__Exercise goal__
After reading the data, copy it out in full and exactly.

__Data records__
"""Lags of the target and drivers (pipeline.features.lags): lags, rolling means and
differences against pandas per series, and what is known at the origin.

Every reference value names its source beside it: a reference library
(statsmodels, pandas, numpy), or a hand example worked in the comment. The
data are simulated here (tests/features/test_plan.py's make_panel); they are not
reference values themselves.
"""

from __future__ import annotations

import numpy as np
import pandas as pd
import pytest
from test_plan import fitted_plan, make_panel

from pipeline.core.columns import PERIOD, SERIES
from pipeline.core.errors import DataError, SpecError
from pipeline.features.lags import with_predictions

# ------------------------------------------------------------------ lags against pandas

LAG_DRIVERS = {
    "numeric": ["price"],
    "lags": [{"column": "sales", "lags": [1, 3], "rolling_means": [2, 4], "differences": [1, 12]},
             {"column": "price", "lags": [2], "rolling_means": [3], "differences": [2],
              "start_lag": 2}],
}


@pytest.mark.parametrize("with_gap", [False, True])
def test_lags_rolling_means_and_differences_equal_pandas_per_series(with_gap):
    # Reference library: pandas' groupby shift, rolling(w).mean() and diff(d) on each series,
    # laid out on the complete monthly calendar (a missing month is a missing value).
    frame = make_panel(months=30)
    if with_gap:
        frame = frame[~((frame["region"] == "North") & (frame[PERIOD] == pd.Period("2021-02", "M")))]
    frame = frame.sample(frac=1.0, random_state=3)   # rows in no particular order
    plan = fitted_plan(LAG_DRIVERS, frame)
    table = plan.feature_table(frame)
    for _region, rows in frame.groupby(SERIES):
        calendar = pd.period_range(rows[PERIOD].min(), rows[PERIOD].max(), freq="M")
        full = rows.set_index(PERIOD).reindex(calendar)
        sales, price = full["sales"], full["price"]
        expected = pd.DataFrame({
            "sales, 1 month earlier": sales.shift(1),
            "sales, 3 months earlier": sales.shift(3),
            "sales, mean of the 2 months before": sales.shift(1).rolling(2).mean(),
            "sales, mean of the 4 months before": sales.shift(1).rolling(4).mean(),
            "sales, 1 month earlier minus 2 months earlier": sales.shift(1).diff(1),
            "sales, 1 month earlier minus 13 months earlier": sales.shift(1).diff(12),
            "price, 2 months earlier": price.shift(2),
            "price, mean of months 2 to 4 earlier": price.shift(2).rolling(3).mean(),
            "price, 2 months earlier minus 4 months earlier": price.shift(2).diff(2),
        }).loc[rows[PERIOD]]
        ours = table.loc[rows.index, list(expected.columns)]
        np.testing.assert_allclose(ours.to_numpy(), expected.to_numpy(), rtol=1e-12, equal_nan=True)


def test_training_rows_whose_lags_are_unavailable_are_left_out_and_reported():
    frame = make_panel(months=24)
    plan = fitted_plan({"lags": [{"column": "sales", "lags": [12]}]}, frame)
    design, y = plan.training_design(frame)
    assert len(y) == design.matrix.shape[0] == 3 * 12      # the first 12 months of each series
    assert not np.isnan(design.matrix).any()
    assert any("36 of the 72 rows" in note and "left out of every model's fit" in note
               for note in design.notes)
    with pytest.raises(DataError, match="is not available"):
        plan.transform(frame)                              # rows to predict must have their lags


# ------------------------------------------------------------------ the origin

def test_a_target_lag_shorter_than_the_horizon_stops_with_the_key():
    frame = make_panel(months=30)
    origin = pd.Period("2021-12", "M")
    train, test = frame[frame[PERIOD] <= origin], frame[frame[PERIOD] > origin]
    plan = fitted_plan({"lags": [{"column": "sales", "lags": [12, 3]}]}, train)
    with pytest.raises(SpecError) as stopped:
        plan.transform(test)                               # 6 months ahead, lag 3
    assert stopped.value.key == "drivers.lags[0].lags[1]"
    assert "'sales, 3 months earlier' reaches past the forecast origin (2021-12)" in str(stopped.value)
    assert "at least 6 months" in str(stopped.value)
    assert "multi_step: recursive" in str(stopped.value)    # the way out, named
    plan.transform(test[test[PERIOD] <= origin + 3])       # 3 months ahead: lag 3 is known


def test_rolling_means_of_the_target_reach_from_start_lag():
    frame = make_panel(months=30)
    train = frame[frame[PERIOD] <= pd.Period("2021-12", "M")]
    plan = fitted_plan({"lags": [{"column": "sales", "rolling_means": [3]}]}, train)
    with pytest.raises(SpecError) as stopped:
        plan.transform(frame[frame[PERIOD] == pd.Period("2022-02", "M")])
    assert stopped.value.key == "drivers.lags[0].start_lag"


def test_recursive_step_reads_fed_back_predictions_as_the_targets_lags():
    frame = make_panel(months=30)
    origin = pd.Period("2021-12", "M")
    train = frame[frame[PERIOD] <= origin]
    first, second = (frame[frame[PERIOD] == origin + h] for h in (1, 2))
    plan = fitted_plan({"lags": [{"column": "sales", "lags": [1]}]}, train)
    one = plan.transform(first).matrix[:, 0]
    np.testing.assert_allclose(one, train[train[PERIOD] == origin]["sales"].to_numpy())
    with pytest.raises(SpecError):
        plan.transform(second)                             # month 2 needs month 1's target
    guesses = np.array([101.0, 202.0, 303.0])
    known = with_predictions(None, first, guesses, "sales")
    np.testing.assert_allclose(plan.transform(second, known=known).matrix[:, 0], guesses)
    # The actuals of the rows being transformed are never read, even when they are there.
    both = plan.transform(pd.concat([first, second]), known=known).matrix[:, 0]
    np.testing.assert_allclose(both[len(first):], guesses)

__Task answer__
"""Lags of the target and drivers (pipeline.features.lags): lags, rolling means and
differences against pandas per series, and what is known at the origin.

Every reference value names its source beside it: a reference library
(statsmodels, pandas, numpy), or a hand example worked in the comment. The
data are simulated here (tests/features/test_plan.py's make_panel); they are not
reference values themselves.
"""

from __future__ import annotations

import numpy as np
import pandas as pd
import pytest
from test_plan import fitted_plan, make_panel

from pipeline.core.columns import PERIOD, SERIES
from pipeline.core.errors import DataError, SpecError
from pipeline.features.lags import with_predictions

# ------------------------------------------------------------------ lags against pandas

LAG_DRIVERS = {
    "numeric": ["price"],
    "lags": [{"column": "sales", "lags": [1, 3], "rolling_means": [2, 4], "differences": [1, 12]},
             {"column": "price", "lags": [2], "rolling_means": [3], "differences": [2],
              "start_lag": 2}],
}


@pytest.mark.parametrize("with_gap", [False, True])
def test_lags_rolling_means_and_differences_equal_pandas_per_series(with_gap):
    # Reference library: pandas' groupby shift, rolling(w).mean() and diff(d) on each series,
    # laid out on the complete monthly calendar (a missing month is a missing value).
    frame = make_panel(months=30)
    if with_gap:
        frame = frame[~((frame["region"] == "North") & (frame[PERIOD] == pd.Period("2021-02", "M")))]
    frame = frame.sample(frac=1.0, random_state=3)   # rows in no particular order
    plan = fitted_plan(LAG_DRIVERS, frame)
    table = plan.feature_table(frame)
    for _region, rows in frame.groupby(SERIES):
        calendar = pd.period_range(rows[PERIOD].min(), rows[PERIOD].max(), freq="M")
        full = rows.set_index(PERIOD).reindex(calendar)
        sales, price = full["sales"], full["price"]
        expected = pd.DataFrame({
            "sales, 1 month earlier": sales.shift(1),
            "sales, 3 months earlier": sales.shift(3),
            "sales, mean of the 2 months before": sales.shift(1).rolling(2).mean(),
            "sales, mean of the 4 months before": sales.shift(1).rolling(4).mean(),
            "sales, 1 month earlier minus 2 months earlier": sales.shift(1).diff(1),
            "sales, 1 month earlier minus 13 months earlier": sales.shift(1).diff(12),
            "price, 2 months earlier": price.shift(2),
            "price, mean of months 2 to 4 earlier": price.shift(2).rolling(3).mean(),
            "price, 2 months earlier minus 4 months earlier": price.shift(2).diff(2),
        }).loc[rows[PERIOD]]
        ours = table.loc[rows.index, list(expected.columns)]
        np.testing.assert_allclose(ours.to_numpy(), expected.to_numpy(), rtol=1e-12, equal_nan=True)


def test_training_rows_whose_lags_are_unavailable_are_left_out_and_reported():
    frame = make_panel(months=24)
    plan = fitted_plan({"lags": [{"column": "sales", "lags": [12]}]}, frame)
    design, y = plan.training_design(frame)
    assert len(y) == design.matrix.shape[0] == 3 * 12      # the first 12 months of each series
    assert not np.isnan(design.matrix).any()
    assert any("36 of the 72 rows" in note and "left out of every model's fit" in note
               for note in design.notes)
    with pytest.raises(DataError, match="is not available"):
        plan.transform(frame)                              # rows to predict must have their lags


# ------------------------------------------------------------------ the origin

def test_a_target_lag_shorter_than_the_horizon_stops_with_the_key():
    frame = make_panel(months=30)
    origin = pd.Period("2021-12", "M")
    train, test = frame[frame[PERIOD] <= origin], frame[frame[PERIOD] > origin]
    plan = fitted_plan({"lags": [{"column": "sales", "lags": [12, 3]}]}, train)
    with pytest.raises(SpecError) as stopped:
        plan.transform(test)                               # 6 months ahead, lag 3
    assert stopped.value.key == "drivers.lags[0].lags[1]"
    assert "'sales, 3 months earlier' reaches past the forecast origin (2021-12)" in str(stopped.value)
    assert "at least 6 months" in str(stopped.value)
    assert "multi_step: recursive" in str(stopped.value)    # the way out, named
    plan.transform(test[test[PERIOD] <= origin + 3])       # 3 months ahead: lag 3 is known


def test_rolling_means_of_the_target_reach_from_start_lag():
    frame = make_panel(months=30)
    train = frame[frame[PERIOD] <= pd.Period("2021-12", "M")]
    plan = fitted_plan({"lags": [{"column": "sales", "rolling_means": [3]}]}, train)
    with pytest.raises(SpecError) as stopped:
        plan.transform(frame[frame[PERIOD] == pd.Period("2022-02", "M")])
    assert stopped.value.key == "drivers.lags[0].start_lag"


def test_recursive_step_reads_fed_back_predictions_as_the_targets_lags():
    frame = make_panel(months=30)
    origin = pd.Period("2021-12", "M")
    train = frame[frame[PERIOD] <= origin]
    first, second = (frame[frame[PERIOD] == origin + h] for h in (1, 2))
    plan = fitted_plan({"lags": [{"column": "sales", "lags": [1]}]}, train)
    one = plan.transform(first).matrix[:, 0]
    np.testing.assert_allclose(one, train[train[PERIOD] == origin]["sales"].to_numpy())
    with pytest.raises(SpecError):
        plan.transform(second)                             # month 2 needs month 1's target
    guesses = np.array([101.0, 202.0, 303.0])
    known = with_predictions(None, first, guesses, "sales")
    np.testing.assert_allclose(plan.transform(second, known=known).matrix[:, 0], guesses)
    # The actuals of the rows being transformed are never read, even when they are there.
    both = plan.transform(pd.concat([first, second]), known=known).matrix[:, 0]
    np.testing.assert_allclose(both[len(first):], guesses)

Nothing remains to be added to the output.